2.2.6 Lower Confining Interval - Lower Sligo and Hosston Formations

The O'Neal No. 4 reaches its total depth in the lower Sligo Formation, directly below the upper
Sligo proposed injection interval. The lower Sligo is interpreted by Bebout and others (1981) to
represent the seaward extension of the low-energy lagoon and tidal-flat system of the underlying
Hosston Formation, a sequence of siliciclastics, evaporites, and dolomitic mudstone (Figure 16).
The Hosston to lower Sligo "contact" represents a gradational package with a decrease in
terrigenous sediments, an increase in carbonate sediments, and an increase in burrows of marine
organisms working up-section into the lower Sligo.

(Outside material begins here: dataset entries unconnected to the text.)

def test_named_accounts_above_a_header_without_bills(tmp_path: Path) -> None:
    """Found by fuzzing: no line beneath the header to take a width from."""
    with pytest.raises(NoBills, match="no bill beneath"):
        accounts_of(tmp_path, "Account: 7000998877\nAccount: 7000112233\nStart,End,Therms\n")
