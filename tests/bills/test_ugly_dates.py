"""How dates are written, which of day and month comes first, and where a bill ends."""

from __future__ import annotations

from pathlib import Path

import pytest

from tests.bills.ugly import JFM, Ugly, check_words, periods_of, read, written_and_read

CORPUS = [
    Ugly(
        "newest first",
        "Start,End,Therms\n2023-02-06,2023-03-07,70.5\n2023-01-05,2023-02-06,81\n",
        JFM,
    ),
    Ugly(
        "inclusive ends: the next bill starts the day after",
        "Start,End,Therms\n2023-01-05,2023-02-05,81\n2023-02-06,2023-03-06,70.5\n",
        JFM,
        reading=("an end date is the last day of the bill",),
    ),
    Ugly(
        "one bill, ends settled by the days column",
        "Start,End,Days,Therms\n2023-01-05,2023-02-05,32,81\n",
        JFM[:1],
    ),
    Ugly(
        "reading date and days; day and month only settled by the 23rd",
        "Read Date,# Days,Therms\n2/6/2023,32,81\n3/7/2023,29,70.5\n3/23/2023,16,9\n",
        [*JFM, ("2023-03-07", "2023-03-23", 9.0)],
    ),
    Ugly(
        "order of day and month only settled by the pace of bills",
        "Read Date,kWh\n05/01/2023,9\n05/02/2023,70\n05/03/2023,60\n05/04/2023,50\n",
        [
            ("2023-01-05", "2023-02-05", 70.0),
            ("2023-02-05", "2023-03-05", 60.0),
            ("2023-03-05", "2023-04-05", 50.0),
        ],
        reading=("only so do the bills follow each other",),
    ),
    Ugly(
        "order of day and month only settled by the days column",
        "From,To,Days,kWh\n10/05/2020,11/04/2020,30,84\n11/04/2020,12/07/2020,33,132\n",
        [("2020-10-05", "2020-11-04", 84.0), ("2020-11-04", "2020-12-07", 132.0)],
        reading=("only so do they agree with the days column",),
    ),
    Ugly(
        "order of day and month only settled by the date of the bill",
        "Bill Date,From,To,Therms\n05/03/2023,01/02/2023,02/03/2023,84\n"
        "16/04/2023,02/03/2023,03/04/2023,13\n",
        [("2023-02-01", "2023-03-02", 84.0), ("2023-03-02", "2023-04-03", 13.0)],
        reading=("dates are day first",),
    ),
    Ugly(
        "order of day and month settled by readings and days, newest first",
        "Read date,Days,Therms\n12/07/2020,33,132\n11/04/2020,30,84\n10/05/2020,28,9\n",
        [
            ("2020-09-07", "2020-10-05", 9.0),
            ("2020-10-05", "2020-11-04", 84.0),
            ("2020-11-04", "2020-12-07", 132.0),
        ],
        reading=("agree with the days column",),
    ),
    Ugly(
        "both dates in one column",
        "Billing Period,Usage,Unit\n01/05/2023 - 02/06/2023,81,THERMS\n"
        "02/06/2023 - 03/17/2023,70.5,THERMS\n",
        [("2023-01-05", "2023-02-06", 81.0), ("2023-02-06", "2023-03-17", 70.5)],
        unit="therm",
    ),
    Ugly(
        "dates in words, with weekdays and times",
        'From,To,Usage (ccf)\n"Thu, Jan 5, 2023",6 February 2023 12:00 AM,81\n'
        "6-Feb-23,2023-03-07T00:00:00Z,70.5\n",
        JFM,
        unit="ccf",
    ),
    Ugly(
        "eight-digit dates; unit stands behind each number",
        "Start,End,Usage\n20230105,20230206,81 therms\n20230206,20230307,70.5 therms\n",
        JFM,
        unit="therm",
    ),
    Ugly(
        "day numbers of a spreadsheet in a CSV",
        "Start,End,Therms\n44931,44963,81\n44963,44992,70.5\n",
        JFM,
    ),
    Ugly(
        "year, month and day in columns of their own, month in words, years of two digits",
        "Year,Month,Day,Days,Therms\n23,Feb,6,32,81\n23,March,7,29,70.5\n",
        JFM,
    ),
    Ugly(
        "only the date of the bill, accepted by the user",
        "Invoice date,Days,Therms\n2023-02-06,32,81\n2023-03-07,29,70.5\n",
        JFM,
        {"end_column": "Invoice date"},
    ),
    Ugly(
        "days column that contradicts one bill's dates",
        "Start,End,Days,Therms\n2023-01-05,2023-02-06,32,81\n2023-02-06,2023-03-07,29,70.5\n"
        "2023-03-07,2023-04-06,3,9\n2023-04-06,2023-05-06,30,8\n2023-05-06,2023-06-06,31,7\n",
        [
            *JFM,
            ("2023-03-07", "2023-04-06", 9.0),
            ("2023-04-06", "2023-05-06", 8.0),
            ("2023-05-06", "2023-06-06", 7.0),
        ],
        cautions=("is 30 days, but the days column says 3",),
    ),
]


@pytest.mark.parametrize("case", CORPUS, ids=lambda c: c.wrong)
def test_ugly_file(case: Ugly, tmp_path: Path) -> None:
    bills = read(case, tmp_path)
    assert periods_of(bills) == case.periods
    check_words(case, bills)


@pytest.mark.parametrize("case", CORPUS, ids=lambda c: c.wrong)
def test_round_trip(case: Ugly, tmp_path: Path) -> None:
    bills = read(case, tmp_path)
    assert periods_of(written_and_read(bills, tmp_path)) == periods_of(bills)
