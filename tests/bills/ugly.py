"""A small ugly file: what is wrong with it, what must come out, and how that is checked.

The cases stand in test_ugly_*.py, one module a subject.  All are invented; the expected values
are read off the file by eye.  Formats of dates and numbers: general practice of the trade (common
practice, no source).
"""

from __future__ import annotations

from dataclasses import dataclass, field
from pathlib import Path
from typing import Any

import pytest

from normalize.bills.periods import Bills
from normalize.bills.read import read_bills
from normalize.bills.write import write_periods
from normalize.days import iso


@dataclass
class Ugly:
    """wrong : what is wrong with the file.  periods : (start, end, use) that must come out.
    left_out : line → words of the reason.  reading, cautions : words that must be said.
    """

    wrong: str
    text: str | bytes
    periods: list[tuple[str, str, float]]
    options: dict[str, Any] = field(default_factory=dict)
    left_out: dict[int, str] = field(default_factory=dict)
    reading: tuple[str, ...] = ()
    cautions: tuple[str, ...] = ()
    costs: list[float] | None = None
    unit: str | None = None
    fuel: str | None = None
    temps: list[float] | None = None


# The periods that most cases must come to.
JFM = [("2023-01-05", "2023-02-06", 81.0), ("2023-02-06", "2023-03-07", 70.5)]
GAS = {"fuel": "natural gas"}


def read(case: Ugly, folder: Path) -> Bills:
    file = folder / "bills.csv"
    file.write_bytes(case.text if isinstance(case.text, bytes) else case.text.encode())
    return read_bills(file, **case.options)


def periods_of(bills: Bills) -> list[tuple[str, str, float]]:
    p = bills.periods
    return [
        (iso(int(a)), iso(int(b)), round(float(u), 9))
        for a, b, u in zip(p.start, p.end, p.use, strict=True)
    ]


def check_words(case: Ugly, bills: Bills) -> None:
    """What else must come out beside the periods: fates, sentences, costs, units."""
    for line, words in case.left_out.items():
        entry = next(e for e in bills.ledger if e.line == line)
        assert entry.fate == "left out"
        assert words in entry.note
    for words in case.reading:
        assert any(words in sentence for sentence in bills.reading), bills.reading
    for words in case.cautions:
        assert any(words in sentence for sentence in bills.cautions), bills.cautions
    if case.costs is not None:
        assert bills.periods.cost.tolist() == pytest.approx(case.costs)
    if case.temps is not None:
        assert bills.periods.mean_temp_f is not None
        assert bills.periods.mean_temp_f.tolist() == pytest.approx(case.temps)
    assert bills.unit == (case.unit or bills.unit)
    assert bills.fuel == (case.fuel or bills.fuel)


def written_and_read(bills: Bills, tmp_path: Path) -> Bills:
    """read → write → read, with nothing lost on the way but what the periods check."""
    out = tmp_path / "clean.csv"
    write_periods(bills, out)
    again = read_bills(out, kind=bills.kind)
    assert again.periods.use.tolist() == bills.periods.use.tolist()
    assert (again.fuel, again.unit) == (bills.fuel, bills.unit)
    assert [round(c, 9) for c in again.periods.cost if c == c] == [
        round(c, 9) for c in bills.periods.cost if c == c
    ]
    return again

The lower Sligo consists of numerous cycles
of subtidal to supratidal carbonates deposited in a low-energy lagoon and tidal-flat system
(Bebout et al., 1981). These low permeability facies of the lower Sligo and underlying Hosston
Formation will provide lower confinement to the upper Sligo injection interval. Figure 16
illustrates the typical environmental setting forthe deposition of tidal flat facies along the Lower
Cretaceous margin. The type log displayed in Figure 14 (Section 2.2,3) illustrates that the
porosity of the lower Sligo ranges between 0-2% with permeability staying close to 0 mD.
Therefore, the petrophysicai characteristics of the lower Sligo and Hosston are ideal for
prohibiting the migration of the injection stream outside of the injection interval.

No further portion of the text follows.